Flooding‐induced inorganic phosphorus transformations in two soils, with and without gypsum amendment

Anaerobic conditions developed during flooding can increase phosphorus (P) losses from soils to waterways. Soil amendment with gypsum (CaSO4·2H2O) can effectively reduce flooding‐induced P release, but its effectiveness is soil dependent, and the reasons are poorly understood. The objectives of this study were to reveal the possible inorganic P transformations during flooding of two soils (acidic‐Neuenberg sandy loam [NBG‐SL] and alkaline‐Fyala clay [FYL‐Cl]), with and without gypsum amendment prior to flooding. Porewater samples collected at 0, 35, and 70 d after flooding (DAF) from soils incubated in vessels were analyzed for dissolved reactive P (DRP); pH; and concentrations of calcium (Ca), magnesium, iron (Fe), manganese, chloride, nitrate, sulfate, and fluoride. Thermodynamic modeling using Visual MINTEQ software and chemical fractionation of soil P were used to infer P transformations. Soil redox potential (Eh) decreased with flooding and favored reductive dissolution of Fe‐associated P increasing porewater DRP concentrations. Greater solubility of Ca‐P under acidic pH maintained a higher DRP concentration in NBG‐SL during early stages of flooding.

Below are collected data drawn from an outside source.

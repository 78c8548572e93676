"""Catalogue sweep: rows equal single runs of the same pairs, whatever executor runs them."""

from __future__ import annotations

import importlib.util
from concurrent.futures import ProcessPoolExecutor

import pytest

from procplan.errors import InvalidInputError
from procplan.files.library import load_library
from procplan.run.engine import run_plan
from procplan.studies.metrics import result_metrics
from procplan.studies.sweep import KIND_TASKS, pair_plan, sweep_catalogue
from procplan.surface.ranges import EQUIPMENT_KINDS

PRODUCTS = ["vaccine-vial-10ml", "beef-meatball"]
MACHINES = ["pharma-cr1", "chiller-b1", "oven-c1"]


@pytest.fixture(scope="module")
def lib():
    return load_library()


@pytest.fixture(scope="module")
def sequential(lib):
    return sweep_catalogue(lib, products=PRODUCTS, equipment=MACHINES, n_nodes=8)


def _key_figures(row):
    return {k: row[k] for k in ("time_to_target_min", "rule_passed", "energy_removed_kWh", "solvers")}


def test_rows_equal_single_runs(lib, sequential):
    tab = sequential.table
    assert len(tab) == len(PRODUCTS) * len(MACHINES) and (tab["error"] == "").all()
    for _, row in tab.iterrows():
        plan = pair_plan(lib.products[row["product"]], lib.equipment[row["equipment"]], lib)
        direct = result_metrics(run_plan(plan, library=lib, n_nodes=8))
        assert _key_figures(row) == pytest.approx(_key_figures(direct), nan_ok=True)
    # the kind's task is what ran
    oven = tab[tab["equipment"] == "oven-c1"].iloc[0]
    assert oven["process"] == "heating" and oven["target_C"] == KIND_TASKS["convection-oven"].target_C


def test_a_drying_pair_reports_the_weight_loss_of_its_single_run(lib, sequential):
    # the unwrapped meatball in the convection oven (dew point set) dries: the sweep's weight loss and yield are
    # the single run's outcomes, and 100 − yield; pairs that dry nothing leave the columns empty
    tab = sequential.table
    row = tab[(tab["product"] == "beef-meatball") & (tab["equipment"] == "oven-c1")].iloc[0]
    plan = pair_plan(lib.products["beef-meatball"], lib.equipment["oven-c1"], lib)
    res = run_plan(plan, library=lib, n_nodes=8)
    assert row["yield_percent"] == pytest.approx(res.outcomes.yield_percent, rel=1e-12)
    # Invariant (mass balance of one step): the yield is the mass left after the step's evaporated water; for
    # the unwrapped meat the lower yield also drains the juice its heated proteins expel (run.drip)
    drying, drip = res.steps[0].drying, res.steps[0].drip
    assert row["weight_loss_percent"] == pytest.approx(drying.weight_loss_percent, rel=1e-9)
    assert row["weight_loss_percent"] + row["yield_percent"] == pytest.approx(100.0)
    assert row["cook_loss_upper_percent"] == pytest.approx(
        drying.weight_loss_percent + drip.drainable_juice_percent, rel=1e-9
    )
    assert row["cook_loss_upper_percent"] + row["yield_lower_percent"] == pytest.approx(100.0)
    assert row["weight_loss_percent"] <= row["cook_loss_upper_percent"]
    assert 0.0 < row["weight_loss_percent"] < 30.0 and row["weight_stop_min"] != row["weight_stop_min"]
    vial = tab[tab["product"] == "vaccine-vial-10ml"]
    assert vial["yield_percent"].isna().all()
    assert list(tab.columns)[-6:] == [
        "weight_loss_percent",
        "yield_percent",
        "cook_loss_upper_percent",
        "yield_lower_percent",
        "weight_stop_min",
        "error",
    ]


def test_process_pool_gives_the_same_table(lib, sequential):
    with ProcessPoolExecutor(max_workers=2) as ex:
        par = sweep_catalogue(lib, products=PRODUCTS, equipment=MACHINES, n_nodes=8, executor=ex)
    assert par.table.drop(columns=["warnings"]).equals(sequential.table.drop(columns=["warnings"]))


@pytest.mark.skipif(importlib.util.find_spec("dask") is None, reason="dask is not installed")
def test_dask_client_runs_unchanged(lib, sequential):
    try:
        from dask.distributed import Client, LocalCluster
    except ImportError as exc:  # pragma: no cover
        pytest.skip(f"dask.distributed cannot be imported: {exc}")
    with (
        LocalCluster(n_workers=1, processes=False, dashboard_address=None) as cluster,
        Client(cluster) as client,
    ):
        res = sweep_catalogue(lib, products=PRODUCTS[:1], equipment=MACHINES, n_nodes=8, executor=client)
    seq = sequential.table[sequential.table["product"] == PRODUCTS[0]].reset_index(drop=True)
    assert res.table["time_to_target_min"].tolist() == pytest.approx(
        seq["time_to_target_min"].tolist(), nan_ok=True
    )


def test_every_kind_has_a_task_and_errors_name_fields(lib):
    assert set(KIND_TASKS) == set(EQUIPMENT_KINDS)
    with pytest.raises(InvalidInputError, match="products"):
        sweep_catalogue(lib, products=["nope"])
    with pytest.raises(InvalidInputError, match="kinds"):
        sweep_catalogue(lib, kinds=["toaster"])
    r = sweep_catalogue(
        lib, products=PRODUCTS[:1], equipment=["oven-c1", "pharma-cr1"], kinds=["pharma-cold-room"]
    )
    assert list(r.table["equipment"]) == ["pharma-cr1"] and r.skipped == ("oven-c1 (convection-oven)",)


def test_a_pairs_step_is_named_in_words_not_by_the_machines_file_key(lib):
    # What users read in the sweep table and warnings: the task and the machine's kind, as the library
    # describes it; the machine's file key (e.g. "chiller-b1") is left to the Machine column's full name.
    for key, equipment in lib.equipment.items():
        plan = pair_plan(lib.products[PRODUCTS[0]], equipment, lib)
        name = plan.steps[0].name
        assert key not in name and "-" not in name, name
        assert name.endswith(equipment.kind.replace("-", " ")), name
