def _lethality_table(c: Collector, raw: Mapping[str, Any], lp: str) -> LethalityCheck:
    """A lethality requirement given as a table: a preset, or reference_C and z_C (and required F)."""
    check_keys(c, raw, LETHALITY_KEYS, lp)
    point = raw.get("point", "core")
    with c.catch():
        validate.choice(lp + "point", point, POINTS)
    leth = LethalityCheck(
        preset=raw.get("preset"),
        reference_C=optional(c, raw, "reference_C", lp, stated_temperature),
        z_C=optional(
            c, raw, "z_C", lp, validate.number, minimum=0.0, min_inclusive=False, maximum=200.0, unit="°C"
        ),
        required_F_min=optional(
            c, raw, "required_F_min", lp, validate.number, minimum=0.0, min_inclusive=False, unit="min"
        ),
        d_value_min=optional(c, raw, "d_value_min", lp, validate.positive, "min"),
        point=point,
    )
    if leth.preset is None and (leth.reference_C is None or leth.z_C is None):
        c.add(
            InvalidInputError(
                lp + "z_C", leth.z_C, "> 0 °C", "a lethality check needs a preset or reference_C and z_C"
            )
        )
    return leth


def _lethality(c: Collector, data: Mapping[str, Any], p: str) -> LethalityCheck | None:
    """The lethality requirement: a preset name, or a table; None when not given."""
    if "lethality" not in data:
        return None
    raw = data["lethality"]
    if isinstance(raw, str):
        return LethalityCheck(preset=raw)
    if isinstance(raw, Mapping):
        return _lethality_table(c, raw, p + "lethality.")
    c.add(
        InvalidInputError(
            p + "lethality", raw, "a preset name or a table with reference_C, z_C, required_F_min"
        )
    )
    return None


def checks_from_dict(data: Mapping[str, Any], source: str = "plan") -> Checks:
    """Build the plan's Checks from its ``[checks]`` table, collecting every problem."""
    p = "checks."
    c = Collector(source)
    if not isinstance(data, Mapping):
        raise InvalidInputError("checks", data, "a table")
    check_keys(c, data, CHECK_KEYS, p)
    rule = data.get("cooling_rule")
    if rule is not None and not isinstance(rule, str):
        c.add(InvalidInputError(p + "cooling_rule", rule, "the name of a rule in the rule library"))
    leth = _lethality(c, data, p)
    ppb = data.get("pieces_per_batch", 1)
    if isinstance(ppb, bool) or not isinstance(ppb, int) or not (1 <= ppb <= 10_000_000):
        c.add(InvalidInputError(p + "pieces_per_batch", ppb, "a whole number from 1 to 10 000 000"))
        ppb = 1
    checks = Checks(
        cooling_rule=rule,
        lethality=leth,
        margin_percent=optional(
            c, data, "margin_percent", p, validate.number, minimum=0.0, maximum=500.0, unit="%", default=0.0
        ),
        margin_min=optional(
            c,
            data,
            "margin_min",
            p,
            validate.number,
            minimum=0.0,
            maximum=MAX_STEP_MIN,
            unit="min",
            default=0.0,
        ),
        pieces_per_batch=ppb,
        cop_fraction=optional(
            c,
            data,
            "cop_fraction",
            p,
            validate.number,
            minimum=0.0,
            min_inclusive=False,
            maximum=1.0,
            default=0.5,
        ),
        energy_price_per_kWh=optional(
            c, data, "energy_price_per_kWh", p, validate.number, minimum=0.0, maximum=100.0
        ),
        frozen_storage_C=optional(c, data, "frozen_storage_C", p, product_temperature, default=-18.0),
        **_cold_chain_checks(c, data, p),
    )
    c.raise_if_any()
    return checks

A subsequent increase in pH with flooding and higher Ca concentration with added gypsum enhanced the stability of Ca‐P (β‐tricalcium phosphate and octacalcium phosphate), reducing the DRP concentration in gypsum‐amended NBG‐SL. Stability of Ca‐P was less affected with flooding and gypsum amendment in FYL‐Cl soil because it had an alkaline pH and inherently higher Ca concentration. The FYL‐Cl, with a more rapid decrease in Eh than NBG‐SL, became severely reduced, releasing more P and Fe by 70 DAF. These conditions favored vivianite formation in FYL‐Cl but not in NBG‐SL. Core Ideas Transformations of P during flooding of soils and subsequent release to overlying floodwater were soil dependent. Enhanced P release with flooding was mainly caused by reductive dissolution of Fe associated P in both soils. Higher Ca concentrations and increase in pH with added gypsum reduced P release in acidic‐sandy soil. Gypsum amendment was not effective in alkaline‐clay soil as the stability of Ca‐P remained unchanged. Rapid reduction and higher Fe concentrations favored vivianite formation in flooded alkaline‐clay soil.